# The Best Christmas Movies



## FOX_UK (Nov 13, 2002)

*Which film should be shown.?????*

 Christmas is almost upon us with its deluge of **** films. If only we had a choice of what films should be shown.
What would _your_ choice be and you have to give a good reason


----------



## EmilyH (Nov 13, 2002)

All of them.  Really.

I love Star Trek, as well as Lord of the Rings.  I'm glad LoTR is finally making it onto the big screen.  It deserves to.  Harry Potter is also a wonderfully escapist fantasy, a rare children's fairy tale that has the power to entertain adults like me as well as kids.  So I don't think any of them shouldn't be made, and I'm glad they were.  

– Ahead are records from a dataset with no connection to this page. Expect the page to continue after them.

/**
 * Every candidate against the baseline — the present controller's model, evaluated the same way —
 * and pairwise; the ranking over the candidates and the baseline. Without a present-controller model
 * the logged return stands in and the comparison says it is biased where runs end on a time limit.
 * A fit that did not converge has no value to compare: it is left out.
 */
export function comparison(plan: EvaluationPlan, replicates: ReplicateSet, works: CandidateWork[], baseline: CandidateWork | null, level: number): Comparison {
  const sign = plan.sign;
  // A present controller whose fit did not converge has no value to compare with, as a candidate's has not:
  // no difference from it gets an interval (so none can name a trial), and the note says why.
  const settled = baseline?.model.fit.status === 'converged';
  const reference: Estimator = baseline && replicates.presentController
    ? (settled ? estimatorOf(baseline, replicates.presentController) : { name: baseline.model.name, point: baseline.model.fit.policyValue, replicates: [] })
    : { name: BEHAVIOUR_NAME, point: plan.loggedReturn.value, replicates: replicates.loggedReturn };
  const candidates: Estimator[] = works.flatMap((w, j) => (w.model.fit.status !== 'converged' ? [] : [estimatorOf(w, replicates.candidates[j])]));
  const differences: PairedDifference[] = candidates.map((c) => pairedDifference(c, reference, level, sign));
  for (let i = 0; i < candidates.length; i++) {
    for (let j = i + 1; j < candidates.length; j++) differences.push(pairedDifference(candidates[i], candidates[j], level, sign));
  }
  const kind = baseline ? 'presentController' as const : 'loggedReturn' as const;
  const note = baseline && !settled
    ? `The present controller’s model ${FIT_STATUS_WORDS[baseline.model.fit.status]} (its fit did not converge), so no difference from it has an interval and no candidate can be named for a trial against it.`
    : baseline
    ? 'Each candidate is compared with the present controller’s model, evaluated by the same fitted Q-evaluation on the same resamples; the logged return is shown as a check.'
    : 'No model of the present controller could be fitted, so the logged return stands in as the baseline: it is cut short where runs end on a time limit, which biases it toward zero.';
  return { baseline: { name: reference.name, kind, note }, differences, ranking: ranking([...candidates, reference]) };
}

/** A fit's J for the comparison: its fitted Q-evaluation replicates, or a network's on the same resamples with the bounds its differences carry. */
function estimatorOf(w: CandidateWork, r: CandidateReplicates): Estimator {
  const net = r.network;
  return { name: w.model.name, point: w.model.fit.policyValue, replicates: net ? net.replicates : r.fqe, ...(net ? { allowance: net.allowance } : {}) };
}

export function unvisitedShare(plan: EvaluationPlan): number | null {
  const grid = plan.surface;
  if (!grid) return null;
  return uncoveredShare(surfaceVisits(plan.data, grid), grid.resolution[0], grid.resolution[1]);
}

export function globalWarnings(context: AssessmentContext, candidates: CandidateAssessment[], unvisited: number | null): AssessmentWarning[] {
  const out: AssessmentWarning[] = [];
  const { plan } = context;
  if (plan.approximator.kind === 'network') {
    const none = candidates.some((c) => c.policyValue.percentile === null);
    out.push({
      severity: 'caution', topic: 'bootstrap',
      message: none
        ? 'Some candidates’ J by the network approximator has no interval; compare it with the linear classes, the cross-checks and the sensitivity to the network width.'
        : 'The network’s intervals come from resampling the runs in its last-layer solve, not from refitting the network: compare them with the linear classes, the cross-checks and the sensitivity to the network width.',
    });
  }
  if (!plan.starts.followEpisodes) {
    out.push({
      severity: 'caution', topic: 'startStates',
      message: `The candidates’ J is taken at the ${plan.starts.count} start states given in the project, the logged return at its runs’ own starts: the comparison with the logged return mixes two start distributions.`,
    });
    const coverage = startCoverage(plan.data, plan.starts.states), finding = startCoverageFinding(coverage.outside, coverage.starts);
    if (finding) out.push(finding);
  }
  const concentration = returnConcentrationFinding(returnConcentration(plan.loggedReturn.perEpisode), plan.loggedReturn.episodes, plan.loggedReturn.value < 0);
  if (concentration) out.push(concentration);
  if (!context.presentControllerModel) out.push({ severity: 'caution', topic: 'presentController', message: `The comparison uses the logged return: ${context.presentControllerReason}.` });
  const dependence = context.presentControllerModel && context.presentController?.model.ditherDependence;
  const dependenceText = dependence ? ditherDependenceText(dependence, plan.data.actionNames) : null;
  if (dependenceText) out.push({ severity: 'caution', topic: 'presentController', message: dependenceText });
  const truncation = truncationSentence(plan.loggedReturn);
  if (truncation) {
    out.push({
      severity: 'caution', topic: 'loggedReturn',
      message: `${truncation}. Comparisons use the present controller’s model instead, and the logged return completed past each end is shown as a check.`,
    });
  }
  if (unvisitedNeedsCaution(unvisited)) {
    out.push({ severity: 'caution', topic: UNVISITED_TOPIC, message: unvisitedWarningMessage(unvisited) });
  }
  for (const c of candidates) {
    const { percentile: p, basic: b } = c.policyValue;
    if (p && b && Math.abs((p[0] + p[1]) / 2 - (b[0] + b[1]) / 2) > 0.25 * (p[1] - p[0])) {
      out.push({ severity: 'caution', topic: 'bootstrap', candidate: c.name, message: `${c.name}: the percentile and basic intervals differ markedly, a sign of a skewed or biased estimator; read both.` });
    }
    if (c.confirmation.status === 'unconfirmed') out.push({ severity: 'caution', topic: 'confirmation', candidate: c.name, message: `${c.name}: ${c.confirmation.text}` });
  }
  return out;
}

You can always wait until they come out to the video rental stores or on DVDs, if you can't see them all on the big screen.  

I can live without Santa Clause 2 and some of the other movies, but I plan to see the big three.


----------



## Mariel (Nov 13, 2002)

I plan on going to see Star Trek and Lord of the Rings.  I'll probably wait until the rest come out on video 
:blpaw:


----------



## Rane Longfox (Nov 22, 2005)

*DVDs for christmas?*

OK, this year, I'm not putting any books on my chistmas wish list, but DVDs are definately gonna be on there
Basically, I need recommendations as to which films I should ask for. I only want to watch ones that I'll enjoy, I'm not into gritty, arty films. Flash, mass-produced and glossy, thats for me But I do appreciate some good acting


----------



## Jayaprakash Satyamurthy (Nov 22, 2005)

*Re: DVDs for christmas?*

It might be more fun if a thread with such a general title was used for people to generally discuss which of the recent DVD releases they'd like best for Xmas, I think. 

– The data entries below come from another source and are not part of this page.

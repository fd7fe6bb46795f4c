/**
 * The discounted-LQR optimum (src/core/lqOptimalGain.ts) against three outside references:
 * the scalar Riccati equation solved as a quadratic by hand; scipy.linalg.solve_discrete_are, an
 * independent general-purpose library, on √γ-scaled A and B (values from
 * test/core/reference/discountedLqr.py, copied to 17 digits); and the defining property that no
 * nearby gain does better, judged by the closed-form policy evaluation (src/core/lq.ts).
 */
import { describe, expect, it } from 'vitest';
import { discountedLqrGain } from '../../src/core/lqOptimalGain';
import { feedbackCostToGo, type LinearQuadraticPlant } from '../../src/core/lq';

const f64 = (v: number[]) => Float64Array.from(v);
const plant = (a: number[], b: number[], q: number[], r: number[], n: number, m: number): LinearQuadraticPlant => ({
  stateDim: n, actionDim: m, dynamics: f64(a), inputGain: f64(b), processNoiseCovariance: new Float64Array(n * n), stateWeight: f64(q), actionWeight: f64(r),
});

const TANK = plant([0.92, 0, 0.06, 0.95], [0.004, 0], [100, 0, 0, 400], [0.01], 2, 1);
const THREE = plant([1.02, 0.1, 0, 0, 0.95, 0.2, 0.05, 0, 0.9], [0.5, 0, 0, 0.3, 0.1, 0.4], [2, 0, 0, 0, 1, 0, 0, 0, 0.5], [0.3, 0.05, 0.05, 0.2], 3, 2);

describe('discounted LQR gain', () => {
  it('solves the scalar Riccati equation γb²p² + (r − γb²q − γa²r)p − qr = 0', () => {
    const [a, b, q, r, g] = [1.1, 0.5, 2, 0.7, 0.9];
    const c = r - g * b * b * q - g * a * a * r;
    const p = (-c + Math.sqrt(c * c + 4 * g * b * b * q * r)) / (2 * g * b * b);
    const k = (g * b * p * a) / (r + g * b * b * p);
    const solution = discountedLqrGain(plant([a], [b], [q], [r], 1, 1), g);
    expect(solution.costToGo[0]).toBeCloseTo(p, 12);
    expect(solution.gain[0]).toBeCloseTo(k, 12);
  });

  it.each([
    ['tank', TANK, 0.95, [74.84114615829014, 70.85930359114084]],
    ['three-state, two-action', THREE, 0.97, [1.434609514378937, 0.10168180228706974, 0.011272003419571859, -0.1477418337967192, 1.1810976625620944, 0.7889926544443097]],
  ] as [string, LinearQuadraticPlant, number, number[]][])('agrees with scipy on the %s plant', (_, p, g, reference) => {
    const { gain } = discountedLqrGain(p, g);
    reference.forEach((k, i) => expect(Math.abs(gain[i] - k)).toBeLessThan(1e-8 * Math.max(1, Math.abs(k))));
  });

  it('is a minimum: every small change of the gain raises the closed-form cost (tr P)', () => {
    const { gain } = discountedLqrGain(THREE, 0.97);
    const cost = (k: Float64Array) => {
      const p = feedbackCostToGo(THREE, { feedbackGain: k, bias: new Float64Array(2), noiseCovariance: new Float64Array(4) }, 0.97).quadratic;
      return p[0] + p[4] + p[8];
    };
    const best = cost(gain);
    for (let i = 0; i < gain.length; i++) {
      for (const step of [-1e-3, 1e-3]) {
        const k = Float64Array.from(gain);
        k[i] += step;
        expect(cost(k)).toBeGreaterThan(best);
      }
    }
  });
});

Me, I'd like to get hold of Arrested Development on DVD - Season 2 is out now - especially as some geniuses seem to have decided to cancel nearly the only genuinely amusing American TV comedy I've seen in recent years. A complete set of Blackadders would be great too!


----------



## Valentine (Nov 22, 2005)

*Re: DVDs for christmas?*

What films do you already have?


----------



## Rane Longfox (Nov 22, 2005)

*Re: DVDs for christmas?*

Almost none. Just general family-esque stuff, like Shrek, HHGTTG, Pirates of the Carribean, that kind of thing.
And yes, box-sets of TV series too

@JP -  of course...


----------



## Alysheba (Nov 22, 2005)

*Re: DVDs for christmas?*

I probably won't be able to wait until Christmas, but Four Brothers is most certainly on my list!!!


----------



## ravenus (Nov 23, 2005)

*Re: DVDs for christmas?*



			
				knivesout said:
			
		

> A complete set of Blackadders would be great too!


 Which is actually available and has some cool extras but it's pricey for an essentially 24 episode set.

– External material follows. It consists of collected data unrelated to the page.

/**
 * A share's number and its "%" never part at a line's end in the app or the report: the one share
 * writer holds them with a no-break space (U+00A0; SI Brochure §5.4.7 sets a space before % — common
 * practice), and the command line writes a plain space in its place, one character for one, so its
 * columns, which count characters, still line up.
 */
import { describe, expect, it } from 'vitest';
import { shareText, sharesText } from '../../src/core/shareText';
import { textTable } from '../../src/cli/textTable';
import { recordingTerminal } from '../../src/cli/terminal';

const NBSP = '\u00a0';

describe('the space between a share and its %', () => {
  it('is a no-break space in the one share writer, for every form it writes', () => {
    expect(shareText(0.028)).toBe(`2.8${NBSP}%`);
    expect(shareText(5e-8)).toBe(`below 0.01${NBSP}%`);
    expect(shareText(1)).toBe(`100${NBSP}%`);
    expect(sharesText([0.028, 0.0281])).toEqual([`2.80${NBSP}%`, `2.81${NBSP}%`]);
    for (const text of [shareText(0.0629), ...sharesText([0.269, 0.028])]) expect(text).not.toMatch(/\d %/);
  });

  it('reaches the terminal as a plain space, with the table’s columns still aligned', () => {
    const table = textTable([['policy', 'share', 'note'], ['present', shareText(0.028), 'x'], ['retuned PI', shareText(0.269), 'y'], ['slow', shareText(5e-8), 'z']]);
    const terminal = recordingTerminal();
    terminal.out(`${table}\n`);
    const lines = terminal.stdout.trimEnd().split('\n');
    expect(terminal.stdout).not.toContain(NBSP);
    expect(lines[1]).toContain('2.8 %');
    // Right-aligned share column: every row's share ends at one column, and the note starts at one column.
    const ends = lines.slice(1).map((l) => l.indexOf('%'));
    expect(new Set(ends).size).toBe(1);
    expect(new Set(lines.map((l) => l.length)).size).toBe(1);
  });
});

What with me and my friends getting stuff through a cousin of mine who comes from US to India in mid-Dec we've ordered for, amongst many other things,...

*Land of the Dead (Unrated)
Devil's Rejects (Unrated)
Dawn of the Dead: Ultimate Edition
The Fly 2-disc SE
The Brood
Contact
Diva
Val Lewton box set
Batman 2-disc SE* (the '89 Burton film, also a *Batman: Strange Apparitions* comic, which contains a story about Dr. Hugo Strange I'd read in my childhood and which left a lasting impression)


----------



## Jayaprakash Satyamurthy (Nov 23, 2005)

*Re: DVDs for christmas?*



			
				ravenus said:
			
		

> (the '89 Burton film, also a *Batman: Strange Apparitions* comic, which contains a story about Dr. Hugo Strange I'd read in my childhood and which left a lasting impression)


 
Have you already ordered Strange Apparitions? It's actually available in Landmark in Bangalore!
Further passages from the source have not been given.